> _Provided entries_

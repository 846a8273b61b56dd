package mesh

import (
	"math/bits"
	"math/rand/v2"
	"testing"
)

// edgeCountsByDefinition counts the edges straight from their definition (an undirected edge
// used by one triangle borders a hole, by more than two is non-manifold, by two that run it
// the same way joins triangles facing opposite ways), with a map: the reference for both ways
// edgeCounts buckets the half-edges.
func edgeCountsByDefinition(m *Mesh) (boundary, nonManifold, inconsistent int) {
	type use struct{ n, fwd int }
	uses := map[[2]int32]use{}
	nv := int32(len(m.Vertices))
	for _, tri := range m.Triangles {
		if !triInRange(tri, nv) {
			continue
		}
		for k := range 3 {
			a, b := tri[k], tri[(k+1)%3]
			if a == b {
				continue
			}
			key, fwd := [2]int32{a, b}, 1
			if b < a {
				key, fwd = [2]int32{b, a}, 0
			}
			u := uses[key]
			uses[key] = use{u.n + 1, u.fwd + fwd}
		}
	}
	for _, u := range uses {
		switch {
		case u.n == 1:
			boundary++
		case u.n > 2:
			nonManifold++
		case u.fwd != 1:
			inconsistent++
		}
	}
	return
}

// Both ways of counting edges (buckets of every vertex for triangles in build order, ranges of
// vertices for scattered ones) must give the definition's counts, whatever the order: on a
// closed tube, with holes, flipped triangles, fans of up to 40 triangles on one edge, repeated
// corners and out-of-range indices. The ranges are tried on 1 to 3 cores, with keys of 32 and
// 64 bits and ranges of 1 to 4096 vertices (many ranges, and ranges of many pages).
func TestEdgeCountsMatchDefinitionInAnyOrder(t *testing.T) {
	rng := rand.New(rand.NewPCG(11, 13))
	for trial := range 24 {
		m := shapeCanalLike(12+trial%5*7, 10+trial*3)
		nv := int32(len(m.Vertices))
		if trial%2 == 1 {
			m.Triangles = m.Triangles[rng.IntN(5):] // a hole or none
			for range rng.IntN(20) {
				i := rng.IntN(len(m.Triangles))
				tr := m.Triangles[i]
				m.Triangles[i] = [3]int32{tr[0], tr[2], tr[1]}
			}
		}
		if trial%3 == 2 {
			a, b := m.Triangles[0][0], m.Triangles[0][1]
			for range 1 + rng.IntN(40) {
				m.Triangles = append(m.Triangles, [3]int32{a, b, rng.Int32N(nv)})
			}
			m.Triangles = append(m.Triangles, [3]int32{a, a, b}, [3]int32{a, nv, b}, [3]int32{-1, a, b})
		}
		if trial%4 >= 2 {
			rng.Shuffle(len(m.Triangles), func(i, j int) { m.Triangles[i], m.Triangles[j] = m.Triangles[j], m.Triangles[i] })
		}
		wb, wn, wi := edgeCountsByDefinition(m)
		if b, n, i := edgeCounts(m, 0); b != wb || n != wn || i != wi {
			t.Errorf("trial %d (local %v): edgeCounts %d %d %d, by definition %d %d %d", trial, edgesLocal(m), b, n, i, wb, wn, wi)
		}
		_, hiBits, _ := rangeLayout(nv)
		for _, workers := range []int{1, 2, 3} {
			if b, n, i := edgeCountsInRanges(m, workers); b != wb || n != wn || i != wi {
				t.Errorf("trial %d: by ranges on %d cores %d %d %d, by definition %d %d %d", trial, workers, b, n, i, wb, wn, wi)
			}
			for _, shift := range []uint{0, 3, 12, 14, 20} {
				counts := []edgeTally{countInRanges[uint64](m, shift, hiBits, workers)}
				if shift+hiBits <= 32 {
					counts = append(counts, countInRanges[uint32](m, shift, hiBits, workers))
				}
				for narrow, c := range counts {
					if c != (edgeTally{wb, wn, wi}) {
						t.Errorf("trial %d: by ranges of %d vertices (32-bit keys %d) on %d cores %v, by definition %d %d %d", trial, 1<<shift, narrow, workers, c, wb, wn, wi)
					}
				}
			}
		}
	}
}

// The ranges' layout keeps every key within its type and a range's place within the radix
// sort's two digits of up to 13 bits, for any number of vertices a mesh can index.
func TestRangeLayoutFitsKeys(t *testing.T) {
	for _, nv := range []int32{1, 2, 4095, 4096, 4097, 1 << 16, 524_288, 1_000_000, 1 << 20, 2_000_000, 24_000_000, 1<<31 - 1} {
		shift, hiBits, wide := rangeLayout(nv)
		if hiBits < uint(bits.Len32(uint32(nv-1)))+1 {
			t.Errorf("%d vertices: %d bits cannot hold the other vertex and direction", nv, hiBits)
		}
		width := uint(32)
		if wide {
			width = 64
		}
		if shift+hiBits > width {
			t.Errorf("%d vertices: keys of %d bits in %d", nv, shift+hiBits, width)
		}
		if shift > 26 {
			t.Errorf("%d vertices: ranges of 2^%d vertices", nv, shift)
		}
		if ranges := nv>>shift + 1; ranges > 1024 {
			t.Errorf("%d vertices: %d ranges", nv, ranges)
		}
	}
}

// allTriangles lists every triangle of m.
func allTriangles(m *Mesh) []int32 {
	all := make([]int32, len(m.Triangles))
	for t := range all {
		all[t] = int32(t)
	}
	return all
}

// shellsByDefinition counts the pieces of the triangles with indices in range, joined through
// shared vertices, by a breadth-first search from triangle to triangle through a map of each
// vertex's triangles.
func shellsByDefinition(m *Mesh) int {
	nv := int32(len(m.Vertices))
	of := map[int32][]int{}
	for t, tri := range m.Triangles {
		if triInRange(tri, nv) {
			for _, v := range tri {
				of[v] = append(of[v], t)
			}
		}
	}
	seen := make([]bool, len(m.Triangles))
	n := 0
	for t, tri := range m.Triangles {
		if seen[t] || !triInRange(tri, nv) {
			continue
		}
		n++
		seen[t] = true
		queue := []int{t}
		for len(queue) > 0 {
			u := queue[0]
			queue = queue[1:]
			for _, v := range m.Triangles[u] {
				for _, w := range of[v] {
					if !seen[w] {
						seen[w] = true
						queue = append(queue, w)
					}
				}
			}
		}
	}
	return n
}

// countShells and Shells must find the definition's pieces in any triangle order: several
// tubes (some sharing a vertex, which joins them), vertices no triangle uses, triangles of one
// repeated vertex, and out-of-range indices.
func TestShellsMatchDefinitionInAnyOrder(t *testing.T) {
	rng := rand.New(rand.NewPCG(5, 9))
	for trial := range 20 {
		var parts []*Mesh
		for range 1 + rng.IntN(4) {
			parts = append(parts, shapeCanalLike(6+rng.IntN(10), 3+rng.IntN(8)))
		}
		m := shapeMerge(parts...)
		nv := int32(len(m.Vertices))
		for range rng.IntN(6) {
			m.Vertices = append(m.Vertices, m.Vertices[0]) // used by no triangle
		}
		for range rng.IntN(4) {
			switch v := rng.Int32N(int32(len(m.Vertices))); rng.IntN(3) {
			case 0:
				m.Triangles = append(m.Triangles, [3]int32{v, v, v})
			case 1:
				m.Triangles = append(m.Triangles, [3]int32{v, rng.Int32N(nv), rng.Int32N(nv)})
			default:
				m.Triangles = append(m.Triangles, [3]int32{v, -1, int32(len(m.Vertices))})
			}
		}
		rng.Shuffle(len(m.Triangles), func(i, j int) { m.Triangles[i], m.Triangles[j] = m.Triangles[j], m.Triangles[i] })
		want := shellsByDefinition(m)
		if got := countShells(m, false); got != want {
			t.Errorf("trial %d: countShells %d, by definition %d", trial, got, want)
		}
		whole := m.Subset(allTriangles(m)) // every vertex used, every index in range
		if got, want := countShells(whole, true), shellsByDefinition(whole); got != want {
			t.Errorf("trial %d: countShells of every vertex used %d, by definition %d", trial, got, want)
		}
		if got := len(Shells(m)); got != want {
			t.Errorf("trial %d: Shells %d, by definition %d", trial, got, want)
		}
	}
}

> _Task requirements_
Lines from the start of the entries through the one containing "buckets the half-edges." are to be set down again exactly, both ends included.

> _Result_
repository 846a8273b61b56dd
package mesh

import (
	"math/bits"
	"math/rand/v2"
	"testing"
)

// edgeCountsByDefinition counts the edges straight from their definition (an undirected edge
// used by one triangle borders a hole, by more than two is non-manifold, by two that run it
// the same way joins triangles facing opposite ways), with a map: the reference for both ways
// edgeCounts buckets the half-edges.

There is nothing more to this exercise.